7) Real-world perspective: Kearney's adoption journey in federal audit
Brian Nelms, partner at Kearney & Company, shared lessons learned from adopting DataSnipper over approximately two years in federal financial statement audits.
- The first objection: security. In federal environments, the immediate concern is how tools handle sensitive information. Nelms emphasized the need for governance and security alignment, partnering closely with internal IT leadership including the CIO, and ensuring policies, procedures and compliance frameworks support adoption. He also noted his firm's achievement of CMMC Level 2, underscoring how technology adoption must map to federal security expectations.

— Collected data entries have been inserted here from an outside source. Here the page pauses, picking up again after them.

#[test]
fn a_discharge_coefficient_of_zero_is_refused() {
    refused(
        &as_strs(&with(VENT, &["--orifice", "10 mm", "--cd", "0"])),
        &["--cd", "outside 0.1 to 1"],
    );
}

#[test]
fn a_discharge_coefficient_above_one_is_refused() {
    refused(
        &as_strs(&with(VENT, &["--orifice", "10 mm", "--cd", "1.5"])),
        &["--cd", "outside 0.1 to 1"],
    );
}

#[test]
fn a_negative_discharge_coefficient_written_with_equals_is_refused() {
    refused(
        &as_strs(&with(VENT, &["--orifice", "10 mm", "--cd=-0.2"])),
        &["--cd", "outside 0.1 to 1"],
    );
}

#[test]
fn a_negative_discharge_coefficient_exits_2_without_output() {
    refused(
        &as_strs(&with(VENT, &["--orifice", "10 mm", "--cd", "-0.2"])),
        &[],
    );
}

#[test]
fn a_negative_discharge_coefficient_is_refused_naming_cd() {
    refused(
        &as_strs(&with(VENT, &["--orifice", "10 mm", "--cd", "-0.2"])),
        &["--cd", "outside 0.1 to 1"],
    );
}

#[test]
fn a_discharge_coefficient_that_is_not_a_number_is_refused() {
    refused(
        &as_strs(&with(VENT, &["--orifice", "10 mm", "--cd", "abc"])),
        &["--cd", "not a number"],
    );
}

#[test]
fn liquefied_carbon_dioxide_is_refused() {
    let args = [
        "energy",
        "--gas",
        "co2",
        "--volume",
        "1 m3",
        "--pressure",
        "70 barg",
        "--temperature",
        "20 C",
    ];
    refused(&args, &["--pressure", "liquefied"]);
}

#[test]
fn filling_carbon_dioxide_into_its_liquid_range_is_refused() {
    let args = [
        "fill", "--gas", "co2", "--volume", "50 L", "--from", "1 bara", "--to", "70 barg",
    ];
    refused(&args, &["--to", "liquefied"]);
}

- Starting small and scaling deliberately. Nelms’ approach followed a staged path: proof of concept using mocked data, a pilot with limited engagements, limited deployment, then broader scaling. This phased approach reduced risk and increased adoption confidence.
- Where they saw immediate value. The firm eliminated repetitive manual processes in testing workflows and found efficiencies in financial statement review for tick-and-tie and footing work. An unintended benefit was improved collaboration and faster review. Snips made evidence easy to navigate for reviewers, staff were pushed to be explicit about support for attributes, and gaps became visible sooner, prompting earlier coaching and clarification.
- A practical client impact. Automation helped teams identify missing or unclear support earlier, allowing auditors to return to clients faster with a targeted list of gaps and giving clients more time to remediate before deadlines.
8) Where the market is: compliance concerns dominate AI adoption barriers
In the webinar's live poll, the top barrier to adopting AI tools in audit functions was compliance and regulatory concerns, by a large margin. Most respondents said their agency is "just exploring" AI.
This aligns with the overall theme: public sector organizations want the benefits, but adoption must be defensible, governed and incremental.
Conclusion: Modernization is a phased journey, and traceability is the anchor
The clearest thread across the webinar was that modernization in government audit must meet agencies where they are. That means automation-first for deterministic, high-auditability workflows; AI layered in where document variability and investigative needs justify it; human-in-the-loop review to preserve accountability; and Excel-native workflows to minimize change management and improve adoption.
For public sector audit leaders facing increasing workload and shrinking capacity, the message is pragmatic: start with high-impact workflows, prove value safely and scale with governance without compromising compliance.